## EXERCISE:
The required output consists solely of the lines from the top of the listing through the line containing "few attempts while", transcribed exactly.

-.-.-

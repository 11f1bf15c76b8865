package main

import (
	"context"
	"fmt"
	"math"
	"sort"
	"strconv"
	"strings"
	"testing"
	"time"

	"github.com/pulsefleet/pulsefleet/internal/cluster"
	"github.com/pulsefleet/pulsefleet/internal/sim"
	"github.com/pulsefleet/pulsefleet/internal/store"
)

// failoverBound is the stated time within which every device of a killed
// gateway streams to a survivor: the member lease TTL (its fences and
// membership expire at most that long after its last renewal), plus the
// devices' reconnect backoff (100 ms growing by 1.6, a few attempts while
// the dead address refuses) and slack for a loaded 2-core test machine.
const failoverBound = cluster.DefaultTTL + 12*time.Second

// Three gateways on a real etcd, 300 raw devices; kill -9 one gateway:
// within failoverBound all its devices stream to survivors; restart it: it
// takes about a third back. Afterwards, across the three stores: every
// acknowledged message is held exactly once (the restarted gateway dropped
// its copy of the messages it had committed without its acknowledgement
// reaching the device, which resent them to a survivor: cluster package
// doc), and no device had sessions open at two gateways at once.
func TestFleetOnEtcdKill9Failover(t *testing.T) {
	if testing.Short() {
		t.Skip("process test")
	}
	const devices = 300
	f := newEtcdFleet(t, 3)
	ctx, cancel := context.WithCancel(context.Background())
	defer cancel()
	repc := make(chan *sim.Report, 1)
	go func() {
		r, err := sim.Run(ctx, sim.Options{Gateway: f.addrs[0], Fallbacks: f.addrs[1:], Devices: devices, IDPrefix: "fo",
			Mode: sim.ModeRaw, RateHz: 25, Chunk: 25, Seed: 19, Drain: -1})
		if err != nil {
			t.Errorf("sim: %v", err)
		}
		repc <- r
	}()
	per := f.waitAllConnected(t, devices, 90*time.Second)
	for i, n := range per {
		if n < devices/6 || n > devices/2 {
			t.Errorf("gateway %d streams %d of %d devices, want about a third", i, n, devices)
		}
	}
	time.Sleep(2 * time.Second) // acknowledged traffic on every gateway

	const victim = 0
	moved := f.connected(victim)
	killedAt := time.Now()
	f.kill(victim)
	took := f.waitMovedTo(t, moved, []int{1, 2}, failoverBound)
	t.Logf("kill -9 of gateway %d: its %d devices all streaming to the survivors %v after the kill (bound %v)",
		victim, len(moved), took.Round(10*time.Millisecond), failoverBound)

	time.Sleep(2 * time.Second)
	restartedAt := time.Now()
	f.start(t, victim)
	f.waitMembers(3, 30*time.Second)
	per = f.waitAllConnected(t, devices, 60*time.Second)
	back := time.Since(restartedAt)
	if per[victim] < devices/6 {
		t.Errorf("restarted gateway streams %d of %d devices, want about a third back", per[victim], devices)
	}
	t.Logf("restarted gateway %d: %d devices back, all %d streaming %v after the restart", victim, per[victim], devices, back.Round(10*time.Millisecond))
	dropped := f.waitReconciled(t, victim, 60*time.Second)
	t.Logf("restarted gateway %d checked with the survivors: dropped its copy of %d messages they hold (%v after the restart)", victim, dropped, time.Since(restartedAt).Round(10*time.Millisecond))
	time.Sleep(2 * time.Second)
	cancel()
	rep := <-repc
	f.stopAll()
	if rep == nil {
		t.Fatal("no simulator report")
	}
	checkAcrossStores(t, f.openStores(), rep, victim, killedAt)
}

// waitReconciled waits until gateway i says every other gateway answered
// which of its newest messages they hold, and returns how many it dropped.
func (f *etcdFleet) waitReconciled(t testing.TB, i int, within time.Duration) int {
	t.Helper()
	deadline := time.Now().Add(within)
	for {
		m := scrapeMetrics(f.kids[i].httpAddr)
		if findLine(m, "pulsefleet_cluster_resent_reconciled ") == "pulsefleet_cluster_resent_reconciled 1" {
			n, _ := strconv.ParseFloat(strings.TrimPrefix(findLine(m, "pulsefleet_cluster_resent_dropped_total "), "pulsefleet_cluster_resent_dropped_total "), 64)
			return int(n)
		}
		if time.Now().After(deadline) {
			t.Fatalf("gateway %d has not checked its newest messages with the others within %v", i, within)
		}
		time.Sleep(100 * time.Millisecond)
	}
}

// waitAllConnected waits until every one of n devices streams to exactly one
// gateway and returns how many each streams.
func (f *etcdFleet) waitAllConnected(t testing.TB, n int, within time.Duration) []int {
	t.Helper()
	deadline := time.Now().Add(within)
	for {
		per := make([]int, len(f.kids))
		all := map[string]int{}
		for i := range f.kids {
			for id := range f.connected(i) {
				all[id]++
				per[i]++
			}
		}
		if len(all) == n {
			return per
		}
		if time.Now().After(deadline) {
			t.Fatalf("%d of %d devices streaming after %v (per gateway %v)", len(all), n, within, per)
		}
		time.Sleep(100 * time.Millisecond)
	}
}

// waitMovedTo waits until every device of ids streams to one of the
// gateways to, and returns how long that took.
func (f *etcdFleet) waitMovedTo(t testing.TB, ids map[string]bool, to []int, within time.Duration) time.Duration {
	t.Helper()
	start := time.Now()
	for {
		on := map[string]bool{}
		for _, i := range to {
			for id := range f.connected(i) {
				on[id] = true
			}
		}
		missing := 0
		for id := range ids {
			if !on[id] {
				missing++
			}
		}
		if missing == 0 {
			return time.Since(start)
		}
		if time.Since(start) > within {
			t.Fatalf("%d of the killed gateway's %d devices not streaming to a survivor %v after the kill", missing, len(ids), within)
		}
		time.Sleep(50 * time.Millisecond)
	}
}

// checkAcrossStores checks the ledgers and sessions of the fleet's stores.
func checkAcrossStores(t *testing.T, dbs []*store.DB, rep *sim.Report, victim int, killedAt time.Time) {
	t.Helper()
	ranges := make([]map[string][][2]uint64, len(dbs))
	for i, db := range dbs {
		var err error
		if ranges[i], err = db.LedgerRanges(); err != nil {
			t.Fatal(err)
		}
	}
	acked, dups := 0, 0
	for id, dr := range rep.PerDevice {
		held := map[uint64][]int{}
		for i := range dbs {
			for _, r := range ranges[i][id] {
				for s := r[0]; s <= r[1]; s++ {
					held[s] = append(held[s], i)
				}
			}
		}
		for s := uint64(1); s <= dr.AckedThrough; s++ {
			if len(held[s]) == 0 {
				t.Errorf("%s: message %d acknowledged but in no store", id, s)
			}
		}
		acked += int(dr.AckedThrough)
		for s, where := range held {
			if len(where) < 2 {
				continue
			}
			dups++
			sort.Ints(where)
			if dups <= 20 {
				t.Errorf("%s: message %d held %d times, by gateways %v (killed: %d)", id, s, len(where), where, victim)
			}
		}
		checkSessions(t, dbs, id, victim, killedAt)
	}
	if acked == 0 {
		t.Fatal("nothing acknowledged: the test proved nothing")
	}
	if dups > 0 {
		t.Errorf("%d messages held more than once across the stores, want none", dups)
	}
	t.Logf("%d messages acknowledged, each held exactly once across the %d stores", acked, len(dbs))
}

// checkSessions fails when a device had sessions open at two gateways at
// once. A session the killed gateway left open ended at the kill at the
// latest.
func checkSessions(t *testing.T, dbs []*store.DB, id string, victim int, killedAt time.Time) {
	t.Helper()
	type span struct {
		gw         int
		start, end int64
	}
	var spans []span
	for i, db := range dbs {
		ss, err := db.SessionsSince(id, 0)
		if err != nil {
			t.Fatal(err)
		}
		for _, s := range ss {
			end := s.EndMS
			if end == 0 {
				end = math.MaxInt64
			}
			if i == victim && s.StartMS < killedAt.UnixMilli() {
				end = min(end, killedAt.UnixMilli())
			}
			spans = append(spans, span{i, s.StartMS, end})
		}
	}
	sort.Slice(spans, func(a, b int) bool { return spans[a].start < spans[b].start })
	for a := range spans {
		for b := a + 1; b < len(spans) && spans[b].start < spans[a].end; b++ {
			if spans[a].gw != spans[b].gw {
				t.Errorf("%s: streaming to gateways %d and %d at once (sessions %s and %s)", id, spans[a].gw, spans[b].gw,
					fmtSpan(spans[a].start, spans[a].end), fmtSpan(spans[b].start, spans[b].end))
				return
			}
		}
	}
}

func fmtSpan(a, b int64) string {
	if b == math.MaxInt64 {
		return fmt.Sprintf("[%d, open)", a)
	}
	return fmt.Sprintf("[%d, %d)", a, b)
}

// BenchmarkFailover: three gateways on a real etcd, N summary devices
// (summaries keep the estimator's CPU out of the figure on a small
// machine); kill -9 the gateway that streams the most: reported is the time
// from the kill to the last of its devices streaming to a survivor
// (observed by scraping the survivors every 50 ms), and how many devices
// moved. One fleet per iteration; run with -benchtime=1x.
func BenchmarkFailover(b *testing.B) {
	for _, n := range []int{300, 3000} {
		b.Run(fmt.Sprintf("devices=%d", n), func(b *testing.B) {
			var total time.Duration
			moved := 0
			for i := 0; i < b.N; i++ {
				b.StopTimer()
				d, m := failoverOnce(b, n)
				b.StartTimer()
				total += d
				moved += m
			}
			b.ReportMetric(total.Seconds()/float64(b.N), "s-to-last-device")
			b.ReportMetric(float64(moved)/float64(b.N), "devices-moved")
			b.ReportMetric(0, "ns/op")
		})
	}
}

func failoverOnce(b *testing.B, n int) (time.Duration, int) {
	f := newEtcdFleet(b, 3)
	defer f.stopAll()
	ctx, cancel := context.WithCancel(context.Background())
	done := make(chan struct{})
	go func() {
		defer close(done)
		_, _ = sim.Run(ctx, sim.Options{Gateway: f.addrs[0], Fallbacks: f.addrs[1:], Devices: n, IDPrefix: "bf", Mode: sim.ModeSummary, Seed: 3, Drain: -1})
	}()
	defer func() { cancel(); <-done }()
	per := f.waitAllConnected(b, n, 5*time.Minute)
	victim := 0
	for i := range per {
		if per[i] > per[victim] {
			victim = i
		}
	}
	moved := f.connected(victim)
	f.kill(victim)
	var to []int
	for i := range f.kids {
		if i != victim {
			to = append(to, i)
		}
	}
	return f.waitMovedTo(b, moved, to, 5*time.Minute), len(moved)
}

-.-.-

## EXPECTED OUTPUT:
repository 11f1bf15c76b8865
package main

import (
	"context"
	"fmt"
	"math"
	"sort"
	"strconv"
	"strings"
	"testing"
	"time"

	"github.com/pulsefleet/pulsefleet/internal/cluster"
	"github.com/pulsefleet/pulsefleet/internal/sim"
	"github.com/pulsefleet/pulsefleet/internal/store"
)

// failoverBound is the stated time within which every device of a killed
// gateway streams to a survivor: the member lease TTL (its fences and
// membership expire at most that long after its last renewal), plus the
// devices' reconnect backoff (100 ms growing by 1.6, a few attempts while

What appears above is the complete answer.